◆ Exercise ◆
Go through the records below line by line and report how many lines include "void", giving the number only.

◆ Saved entries ◆

************

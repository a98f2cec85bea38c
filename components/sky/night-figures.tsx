import type { NightVisibility } from "@/lib/astro/visibility";
import { formatHours, formatUtcClock } from "@/lib/astro/sky-format";
import { SunCaution } from "./sun-caution";

function Figure({ label, value, testId }: { label: string; value: string; testId?: string }) {
  return (
    <div className="flex justify-between gap-4 border-b border-void-edge py-1">
      <dt className="text-dusk-dim">{label}</dt>
      <dd className="font-mono text-glint" data-testid={testId}>
        {value}
      </dd>
    </div>
  );
}

function twilightPair(evening: number | null, morning: number | null, isAlwaysAbove: boolean, isAlwaysBelow: boolean): string {
  if (isAlwaysAbove) return "Sun never that low";
  if (isAlwaysBelow) return "all night";
  return `${formatUtcClock(evening)} – ${formatUtcClock(morning)}`;
}

/** The night's numbers beside the chart: hours usable, passages, twilight, Moon and Sun. Times UTC. */
export function NightFigures({ visibility }: { visibility: NightVisibility }) {
  const { passages, twilight, moon, sun, limit } = visibility;
  const horizonText = passages.isCircumpolar
    ? "circumpolar (never sets)"
    : passages.isNeverRising
      ? "never rises here"
      : `${formatUtcClock(passages.riseJdUtc)} / ${formatUtcClock(passages.setJdUtc)}`;
  return (
    <section aria-label="Night figures" className="space-y-3">
      {sun.isTooCloseToSun ? <SunCaution elongationDeg={sun.elongationDeg} safeElongationDeg={sun.safeElongationDeg} /> : null}
      <p className="text-lg">
        <span className="text-dusk-dim">Dark hours above the limit: </span>
        <strong className="font-mono text-2xl text-glint" data-testid="hours-dark-above-limit">
          {formatHours(visibility.hoursDarkAboveLimit)}
        </strong>
        <span className="text-dusk-dim"> of {formatHours(visibility.hoursDark)} astronomical darkness</span>
      </p>
      <dl className="text-sm">
        <Figure label={`Altitude limit (${limit.binding === "airmass" ? "air mass" : "site horizon"})`} value={`${limit.apparentDeg.toFixed(1)}°`} />
        <Figure label="Transit (UTC)" value={`${formatUtcClock(passages.transitJdUtc)} at ${passages.transitAltitudeDeg.toFixed(1)}°`} testId="transit-time" />
        <Figure label="Rise / set (UTC)" value={horizonText} />
        <Figure label="Sunset / sunrise" value={twilightPair(twilight.sunset.eveningJdUtc, twilight.sunset.morningJdUtc, twilight.sunset.isSunAlwaysAbove, twilight.sunset.isSunAlwaysBelow)} />
        <Figure label="Civil twilight ends / begins" value={twilightPair(twilight.civil.eveningJdUtc, twilight.civil.morningJdUtc, twilight.civil.isSunAlwaysAbove, twilight.civil.isSunAlwaysBelow)} />
        <Figure label="Nautical twilight ends / begins" value={twilightPair(twilight.nautical.eveningJdUtc, twilight.nautical.morningJdUtc, twilight.nautical.isSunAlwaysAbove, twilight.nautical.isSunAlwaysBelow)} />
        <Figure label="Astronomical darkness" value={twilightPair(twilight.astronomical.eveningJdUtc, twilight.astronomical.morningJdUtc, twilight.astronomical.isSunAlwaysAbove, twilight.astronomical.isSunAlwaysBelow)} testId="darkness-span" />
        <Figure label="Moon illuminated" value={`${Math.round(moon.illuminatedFraction * 100)}%`} testId="moon-illumination" />
        <Figure label="Moon–target separation" value={`${moon.separationDeg.toFixed(1)}°`} />
        <Figure label="Sun elongation" value={`${sun.elongationDeg.toFixed(1)}°`} />
      </dl>
    </section>
  );
}
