"use client";

import { useEffect, useId, useMemo, useState } from "react";
import { nightlyVisibility } from "@/lib/astro/visibility";
import { nightChart } from "@/lib/figures/night-chart";
import { FigureSvg } from "@/components/figures/figure-svg";
import { NightDateControl } from "./night-date-control";
import { NightFigures } from "./night-figures";
import { seasonChart } from "@/lib/figures/season-chart";
import { seasonViewOfWindows } from "@/lib/figures/season-view";
import { SeasonTable } from "./season-table";
import { parseSkyQuery, skyQuantitySpecs, skyQueryToString, type SkyQuery, type SkyQueryField } from "@/lib/astro/sky-query";
import { seasonNightsRangeWords } from "@/lib/astro/season-length";
import { quantityEcho } from "@/lib/workspace/quantity-field";
import { useSeason } from "./use-season";

/** The value a quantity field will use, shown beside it as the user types ("= −27.5°"); none for plain text. */
function echoOf(field: SkyQueryField, value: string): string | null {
  if (!(field in skyQuantitySpecs)) return null;
  const echo = quantityEcho(skyQuantitySpecs[field as keyof typeof skyQuantitySpecs], value);
  return echo?.ok ? echo.text : null;
}

function QueryField({ testId, label, hint, value, echo, error, onChange }: { testId: string; label: string; hint: string; value: string; echo: string | null; error?: string; onChange: (value: string) => void }) {
  const id = useId();
  return (
    <div className="flex flex-col gap-1">
      <label htmlFor={id} className="text-sm font-semibold text-dusk">{label}</label>
      <input
        id={id}
        type="text"
        spellCheck={false}
        autoComplete="off"
        value={value}
        onChange={(event) => onChange(event.target.value)}
        aria-invalid={error !== undefined}
        aria-describedby={`${id}-hint${error !== undefined ? ` ${id}-error` : ""}`}
        className={`rounded border bg-void px-2 py-1 font-mono text-sm text-dusk ${error !== undefined ? "border-alarm" : "border-void-edge"}`}
      />
      {echo !== null ? <p data-testid={`echo-${testId}`} className="font-mono text-xs text-glint" aria-live="polite">{echo}</p> : null}
      <p id={`${id}-hint`} className="text-xs text-dusk-dim">{hint}</p>
      {error !== undefined ? <p id={`${id}-error`} role="alert" className="text-sm text-alarm">{error}</p> : null}
    </div>
  );
}

const fieldLabels: { field: Exclude<SkyQueryField, "date">; label: string; hint: string }[] = [
  { field: "site", label: "Site name", hint: "for your own reference" },
  { field: "lat", label: "Latitude (°)", hint: "geodetic, north positive" },
  { field: "lon", label: "Longitude (°)", hint: "east positive, −180 to 180" },
  { field: "elev", label: "Elevation (m)", hint: "above sea level" },
  { field: "horizon", label: "Horizon limit (°)", hint: "lowest altitude the telescope reaches" },
  { field: "ra", label: "Right ascension", hint: "hh mm ss.s or degrees (ICRS)" },
  { field: "dec", label: "Declination", hint: "±dd mm ss or degrees (ICRS)" },
  { field: "airmass", label: "Air mass limit", hint: "2 ≈ 30° altitude" },
  { field: "nights", label: "Season length (nights)", hint: `from the chosen night, ${seasonNightsRangeWords}` },
];

/**
 * The standalone sky-windows planner: a site, a target and a night in, the night chart and its
 * figures out, and the season from that night computed in a worker. Every input lives in the address
 * bar, so a link reproduces the view.
 */
export function SkyPlanner({ initialQuery }: { initialQuery: SkyQuery }) {
  const [query, setQuery] = useState(initialQuery);
  const parsed = useMemo(() => parseSkyQuery(query), [query]);
  const visibility = useMemo(
    () => (parsed.value ? nightlyVisibility(parsed.value.site, parsed.value.target, parsed.value.nightDateIso, parsed.value.limits) : null),
    [parsed],
  );
  const seasonRequest = useMemo(
    () => (parsed.value ? { site: parsed.value.site, targets: [parsed.value.target], startNightIso: parsed.value.nightDateIso, nightCount: parsed.value.nightCount, limits: parsed.value.limits } : null),
    [parsed],
  );
  const season = useSeason(seasonRequest);
  const nightTree = useMemo(() => (visibility ? nightChart({ visibility }) : null), [visibility]);
  const seasonTree = useMemo(() => (season.value ? seasonChart({ view: seasonViewOfWindows(season.value), targetIndices: season.value.targets.map((_, index) => index) }) : null), [season.value]);

  useEffect(() => {
    const search = skyQueryToString(query);
    if (window.location.search.slice(1) !== search) window.history.replaceState(window.history.state, "", `?${search}`);
  }, [query]);

  const setField = (field: SkyQueryField, value: string) => setQuery((previous) => ({ ...previous, [field]: value }));
  const errors = parsed.errors ?? {};

  return (
    <div className="space-y-6">
      <form className="grid gap-4 rounded-md border border-void-edge bg-void-raised p-4 sm:grid-cols-3" onSubmit={(event) => event.preventDefault()} aria-label="Site and target">
        {fieldLabels.map(({ field, label, hint }) => (
          <QueryField key={field} testId={field} label={label} hint={hint} value={query[field]} echo={echoOf(field, query[field])} error={errors[field]} onChange={(value) => setField(field, value)} />
        ))}
        <div className="sm:col-span-3">
          <NightDateControl value={query.date} onChange={(date) => setField("date", date)} />
          {errors.date !== undefined ? <p role="alert" className="text-sm text-alarm">{errors.date}</p> : null}
        </div>
      </form>

      {visibility && nightTree ? (
        <div className="grid gap-6 lg:grid-cols-[2fr_1fr]">
          <div className="rounded-md border border-void-edge">
            <FigureSvg tree={nightTree} />
            <p className="px-3 py-2 text-xs text-dusk-dim">
              Sky shading from light to dark: day, civil, nautical and astronomical twilight, darkness (Sun below −18°).
              Green fill: dark time above the limit. Air mass: Pickering 2002. Times UTC.
            </p>
          </div>
          <NightFigures visibility={visibility} />
        </div>
      ) : (
        <p className="text-alarm">Correct the marked fields to see the night.</p>
      )}

      <section aria-label="Season" className="space-y-3">
        <h2 className="text-xl font-semibold text-dusk">Season</h2>
        {season.status === "failed" ? <p role="alert" className="text-alarm">The season could not be computed: {season.error}</p> : null}
        {season.status === "computing" ? <p className="text-dusk-dim">Computing the season…</p> : null}
        {season.value ? (
          <>
            {seasonTree ? <FigureSvg tree={seasonTree} /> : null}
            <SeasonTable season={season.value} targetIndices={season.value.targets.map((_, index) => index)} />
          </>
        ) : null}
      </section>
    </div>
  );
}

************

◆ Final answer ◆
5